Lands acquired by the state as a gift, through donation, or by any other conveyance for which no consideration was paid, and which are not managed for conservation, outdoor resource-based recreation, or archaeological or historic preservation under a land management plan approved by the board of trustees are not conservation lands.

(3) Recognizing that recreational trails purchased with rails-to-trails funds pursuant to former s. 259.101(3)(g), Florida Statutes 2014, or s. 259.105(3)(h) have had historic transportation uses and that their linear character may extend many miles, the Legislature intends that if the necessity arises to serve public needs, after balancing the need to protect trail users from collisions with automobiles and a preference for the use of overpasses and underpasses to the greatest extent feasible and practical, transportation uses shall be allowed to cross recreational trails purchased pursuant to former s. 259.101(3)(g), Florida Statutes 2014, or s. 259.105(3)(h). When these crossings are needed, the location and design should consider and mitigate the impact on humans and environmental resources, and the value of the land shall be paid based on fair market value.
(4) A management agreement, lease, or other instrument authorizing the use of lands owned by the board of trustees may not be executed for a period greater than is necessary to provide for the reasonable use of the land for the existing or planned life cycle or amortization of the improvements, except that an easement in perpetuity may be granted by the board of trustees if the improvement is a transportation facility. If an entity managing or leasing state-owned lands from the board of trustees does not meet the short-term goals under paragraph (5)(b) for conservation lands, the Department of Environmental Protection may submit the lands to the Acquisition and Restoration Council to review whether the short-term goals should be modified, consider whether the lands should be offered to another entity for management or leasing, or recommend to the board of trustees whether to surplus the lands. If an entity managing or leasing state-owned lands from the board of trustees does not meet the short-term goals under paragraph (5)(i) for nonconservation lands, the department may submit the lands to the board of trustees to consider whether to require the managing or leasing entity to release its interest in the lands and to consider whether to surplus the lands. If the state-owned lands are determined to be surplus, the board of trustees may require an entity to release its interest in the lands. An entity managing or leasing state-owned lands from the board of trustees may not sublease such lands without prior review by the Division of State Lands and, for conservation lands, by the Acquisition and Restoration Council. All management agreements, leases, or other instruments authorizing the use of lands owned by the board of trustees shall be reviewed for approval by the board of trustees or its designee. The council is not required to review subleases of parcels which are less than 160 acres in size.

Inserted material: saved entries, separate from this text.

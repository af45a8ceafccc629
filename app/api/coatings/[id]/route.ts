import { route, readJson } from "@/lib/server/http";
import { archiveCoating, getCoating, parseId, replaceCoating } from "@/lib/server/coatings";
import { coatingInputSchema } from "@/lib/validation/coatings";

type P = { id: string };

export const GET = route<P>("/api/coatings/[id]", "GET", async ({ params }) =>
  Response.json({ coating: await getCoating(parseId(params.id, "coating")) }),
);

/** Replaces the coating and its cure schedule; `archived` archives or restores it. */
export const PUT = route<P>("/api/coatings/[id]", "PUT", async ({ request, params }) => {
  const id = parseId(params.id, "coating");
  const input = await readJson(request, coatingInputSchema);
  return Response.json({ coating: await replaceCoating(id, input) });
});

/** Archives the coating, or answers 409 with what still uses it. */
export const DELETE = route<P>("/api/coatings/[id]", "DELETE", async ({ params }) => {
  const { usedBy, coating } = await archiveCoating(parseId(params.id, "coating"));
  if (usedBy.length) {
    return Response.json(
      {
        error: {
          code: "conflict",
          message: `This coating is used by ${usedBy.length} record${usedBy.length === 1 ? "" : "s"}; archive it instead (PUT with archived: true).`,
          usedBy,
        },
      },
      { status: 409 },
    );
  }
  return Response.json({ coating });
});
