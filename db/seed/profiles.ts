import type { Db } from "../index";

/*
 * One invented oven profile for the demo: a data logger sent through Line 1's powder cure oven
 * with an air probe and two part probes, a thin 1.5 mm bracket (cures) and a thick 8 mm base
 * plate (never reaches the cure temperature). The curves come from the lumped heat-up model
 * (ρ c L_c dT/dt = h (T_air − T), L_c = thickness/2; Çengel, Heat Transfer, ch. 4) in an oven whose
 * true h is 24 W/m²K — lower than the 30 W/m²K the line was set up with — plus a little
 * deterministic noise. The stage keeps its 30 until someone stores the fitted value.
 */
const LOGGER = "Logger 7 (SN 40217)";
const SAMPLE_S = 10;
const DURATION_S = 26 * 60;
const TRUE_H_W_PER_M2K = 24;
const STEEL_RHO_C = 7850 * 490;

/** The air the logger sees: a minute outside, 20 min in the oven (60 m at 3 m/min), then the cool-down tunnel. */
function airC(t: number): number {
  const enter = 60;
  const exit = enter + 20 * 60;
  const inside = (s: number) => 24 + (211 - 24) * (1 - Math.exp(-(s - enter) / 45)) + 1.5 * Math.sin((2 * Math.PI * (s - enter)) / 300);
  if (t < enter) return 24;
  if (t <= exit) return inside(t);
  return 30 + (inside(exit) - 30) * Math.exp(-(t - exit) / 50);
}

/** mulberry32, so the demo is the same on every seeding */
function random(seed: number): () => number {
  let a = seed >>> 0;
  return () => {
    a = (a + 0x6d2b79f5) >>> 0;
    let t = a;
    t = Math.imul(t ^ (t >>> 15), t | 1);
    t ^= t + Math.imul(t ^ (t >>> 7), t | 61);
    return ((t ^ (t >>> 14)) >>> 0) / 4294967296;
  };
}

function metalCurve(thicknessMm: number, timeS: number[]): number[] {
  const k = TRUE_H_W_PER_M2K / (STEEL_RHO_C * (thicknessMm / 2000));
  const out: number[] = [];
  let T = 24;
  let t = 0;
  for (const target of timeS) {
    // 0.5 s midpoint steps: far finer than the 2 min+ time constants here
    while (t < target - 1e-9) {
      const dt = Math.min(0.5, target - t);
      const mid = T + (dt / 2) * k * (airC(t) - T);
      T += dt * k * (airC(t + dt / 2) - mid);
      t += dt;
    }
    out.push(T);
  }
  return out;
}

export async function seedProfiles(db: Db, nowS = Math.floor(Date.now() / 1000)): Promise<void> {
  const line = await db.selectFrom("lines").select("id").where("name", "=", "Line 1 — E-coat and powder").executeTakeFirst();
  const coating = await db.selectFrom("coatings").select("id").where("code", "=", "PP-410").executeTakeFirst();
  if (!line || !coating) return;
  const stage = await db
    .selectFrom("line_stages")
    .select(["position", "name"])
    .where("line_id", "=", line.id)
    .where("name", "=", "Powder cure oven")
    .executeTakeFirst();
  if (!stage) return;
  const supervisor = await db.selectFrom("users").select("id").where("role", "=", "supervisor").executeTakeFirst();

  const rnd = random(40217);
  const noise = () => (rnd() * 2 - 1) * 0.3;
  const timeS = Array.from({ length: DURATION_S / SAMPLE_S + 1 }, (_, i) => i * SAMPLE_S);
  const round2 = (v: number) => Math.round(v * 100) / 100;
  const probes = [
    { column: "T2 (°C)", label: "Thin bracket", thicknessMm: 1.5 },
    { column: "T3 (°C)", label: "Thick base plate", thicknessMm: 8 },
  ];
  const series = {
    timeS,
    airC: timeS.map((t) => round2(airC(t) + noise())),
    probes: probes.map((p) => ({ ...p, tempsC: metalCurve(p.thicknessMm, timeS).map((v) => round2(v + noise())) })),
  };
  const mapping = {
    timeColumn: "Elapsed (s)",
    timeFormat: "seconds",
    temperatureUnit: "C",
    airColumn: "T1 Air (°C)",
    probes: probes.map(({ column, label, thicknessMm }) => ({ column, label, thicknessMm })),
  };
  const mappingJson = JSON.stringify(mapping);
  const { id: loggerId } = await db
    .insertInto("loggers")
    .values({ name: LOGGER, mapping_json: mappingJson, created_at: nowS, updated_at: nowS })
    .returning("id")
    .executeTakeFirstOrThrow();
  await db
    .insertInto("oven_profiles")
    .values({
      name: "Line 1 powder oven — bench brackets and base plates",
      line_id: line.id,
      stage_position: stage.position,
      stage_name: stage.name,
      coating_id: coating.id,
      run_id: null,
      logger_id: loggerId,
      file_name: "logger7-line1-powder-oven.csv",
      measured_on: new Date((nowS - 2 * 86_400) * 1000).toISOString().slice(0, 10),
      notes: "Logger ran on carrier 14 at the usual 3 m/min. Invented demo data.",
      overbake_margin_k: 20,
      sample_count: timeS.length,
      duration_s: DURATION_S,
      probe_count: probes.length,
      mapping_json: mappingJson,
      series_json: JSON.stringify(series),
      created_by: supervisor?.id ?? null,
      created_at: nowS - 2 * 86_400,
    })
    .execute();
}
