describe("GET /api/profiles and /api/loggers", () => {
  it("lists the demo profile with each probe's verdict against its coating", async () => {
    const res = await listGet(request("/api/profiles", { cookie: cookies.manager }));
    expect(res.status).toBe(200);
    const { profiles } = (await res.json()) as { profiles: ProfileSummary[] };
    expect(profiles).toHaveLength(1);
    expect(profiles[0]).toMatchObject({ lineName: LINE1, stageName: "Powder cure oven", coatingCode: "PP-410", loggerName: LOGGER, sampleCount: 157 });
    expect(profiles[0].probes.map((p) => [p.label, p.thicknessMm, p.pass, p.underCured])).toEqual([
      ["Thin bracket", 1.5, true, false],
      ["Thick base plate", 8, false, true],
    ]);
  });

  it("filters by line and refuses a bad line id", async () => {
    const { batchId } = await ids();
    const res = await listGet(request(`/api/profiles?lineId=${batchId}`, { cookie: cookies.supervisor }));
    expect((await res.json()).profiles).toEqual([]);
    const bad = await listGet(request("/api/profiles?lineId=abc", { cookie: cookies.supervisor }));
    expect(bad.status).toBe(400);
    expect((await bad.json()).error.fields.lineId).toBeDefined();
  });

  it.each<[Role, number]>([["operator", 403], ["purchaser", 403], ["engineer", 200], ["admin", 200]])("%s → %d", async (role, status) => {
    expect((await listGet(request("/api/profiles", { cookie: cookies[role] }))).status).toBe(status);
  });

  it("lists the demo logger with its remembered mapping", async () => {
    const res = await loggersGet(request("/api/loggers", { cookie: cookies.engineer }));
    const { loggers } = await res.json();
    expect(loggers).toHaveLength(1);
    expect(loggers[0].name).toBe(LOGGER);
    expect(loggers[0].mapping).toEqual(mapping);
  });

  it("POST /api/loggers remembers a new logger (201) and replaces its mapping (200)", async () => {
    const first = await loggersPost(request("/api/loggers", { method: "POST", body: { name: "Logger 12", mapping }, cookie: cookies.supervisor }));
    expect(first.status).toBe(201);
    const changed = { ...mapping, temperatureUnit: "F" };
    const again = await loggersPost(request("/api/loggers", { method: "POST", body: { name: "Logger 12", mapping: changed }, cookie: cookies.supervisor }));
    expect(again.status).toBe(200);
    const row = await (await getDb()).selectFrom("loggers").selectAll().where("name", "=", "Logger 12").executeTakeFirstOrThrow();
    expect(JSON.parse(row.mapping_json).temperatureUnit).toBe("F");
    const refused = await loggersPost(request("/api/loggers", { method: "POST", body: { name: "", mapping }, cookie: cookies.supervisor }));
    expect(refused.status).toBe(400);
    expect((await loggersPost(request("/api/loggers", { method: "POST", body: { name: "X", mapping }, cookie: cookies.manager }))).status).toBe(403);
  });
});

describe("POST /api/profiles/preview", () => {
  it("uses the named logger's remembered mapping when the file has its columns", async () => {
    const res = await preview({ csv: toCsv(demoProfile()), loggerName: LOGGER });
    expect(res.status).toBe(200);
    const { preview: p } = (await res.json()) as { preview: ProfilePreview };
    expect(p.mappingSource).toBe("logger");
    expect(p.ok).toBe(true);
    expect(p.rowCount).toBe(157);
    expect(p.summary!.probes.map((q) => q.label)).toEqual(["Thin bracket", "Thick base plate"]);
  });

  it("suggests a mapping for a new file and asks for the thicknesses", async () => {
    const { preview: p } = (await (await preview({ csv: toCsv(demoProfile()) })).json()) as { preview: ProfilePreview };
    expect(p.mappingSource).toBe("suggested");
    expect(p.mapping!.airColumn).toBe("T1 Air (°C)");
    expect(p.ok).toBe(false);
    expect(p.problems.map((q) => q.field)).toEqual(["mapping.probes.0.thicknessMm", "mapping.probes.1.thicknessMm"]);
    expect(await count("oven_profiles")).toBe(1);
  });

  it("shows the rows with bad cells beside the first rows", async () => {
    const csv = toCsv(demoProfile()).split("\n").map((l, i) => (i === 100 ? l.replace(/,[^,]+$/, ",open") : l)).join("\n");
    const { preview: p } = (await (await preview({ csv, mapping })).json()) as { preview: ProfilePreview };
    expect(p.problems).toEqual([{ field: "csv", row: 101, column: "T3 (°C)", message: 'Row 101, column "T3 (°C)": "open" is not a number.' }]);
    expect(p.rows.map((r) => r.row)).toEqual([...Array.from({ length: 12 }, (_, i) => i + 2), 101]);
  });

  it("answers an unreadable file with the problem, not an error", async () => {
    const { preview: p } = (await (await preview({ csv: "just some words\n" })).json()) as { preview: ProfilePreview };
    expect(p.ok).toBe(false);
    expect(p.problems[0].field).toBe("csv");
  });
});
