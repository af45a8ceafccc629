import Link from "next/link";
import { notFound } from "next/navigation";
import { hasRole, requirePageUser } from "@/lib/server/guard";
import { ProfileDetailView } from "@/components/profiles/profile-detail";

export const metadata = { title: "Oven profile" };

export default async function ProfilePage({ params }: { params: Promise<{ id: string }> }) {
  const user = await requirePageUser(["supervisor", "engineer", "manager"]);
  const { id } = await params;
  if (!/^\d{1,12}$/.test(id)) notFound();
  return (
    <div className="space-y-4">
      <nav aria-label="Breadcrumb" className="no-print text-sm">
        <Link className="text-phosphate-dark underline-offset-2 hover:underline" href="/profiles">← Oven profiles</Link>
      </nav>
      <ProfileDetailView
        id={Number(id)}
        unitSystem={user.unitSystem}
        canApply={hasRole(user, ["supervisor", "engineer", "manager"])}
        canDelete={hasRole(user, ["supervisor", "engineer"])}
      />
    </div>
  );
}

1(5) Each manager of conservation lands shall submit to the Division of State Lands a land management plan at least every 10 years in a form and manner adopted by rule of the board of trustees and in accordance with s. 259.032. Each manager of conservation lands shall also update a land management plan whenever the manager proposes to add new facilities or make substantive land use or management changes that were not addressed in the approved plan, or within 1 year after the addition of significant new lands. Each manager of nonconservation lands shall submit to the Division of State Lands a land use plan at least every 10 years in a form and manner adopted by rule of the board of trustees. The division shall review each plan for compliance with the requirements of this subsection and the requirements of the rules adopted by the board of trustees pursuant to this section. All nonconservation land use plans, whether for single-use or multiple-use properties, shall be managed to provide the greatest benefit to the state. Plans for managed areas larger than 1,000 acres shall contain an analysis of the multiple-use potential of the property which includes the potential of the property to generate revenues to enhance the management of the property. In addition, the plan shall contain an analysis of the potential use of private land managers to facilitate the restoration or management of these lands and whether nonconservation lands would be more appropriately transferred to the county or municipality in which the land is located for the purpose of providing affordable multifamily rental housing that meets the criteria of s. 420.0004(3). If a newly acquired property has a valid conservation plan that was developed by a soil and conservation district, such plan shall be used to guide management of the property until a formal land use plan is completed.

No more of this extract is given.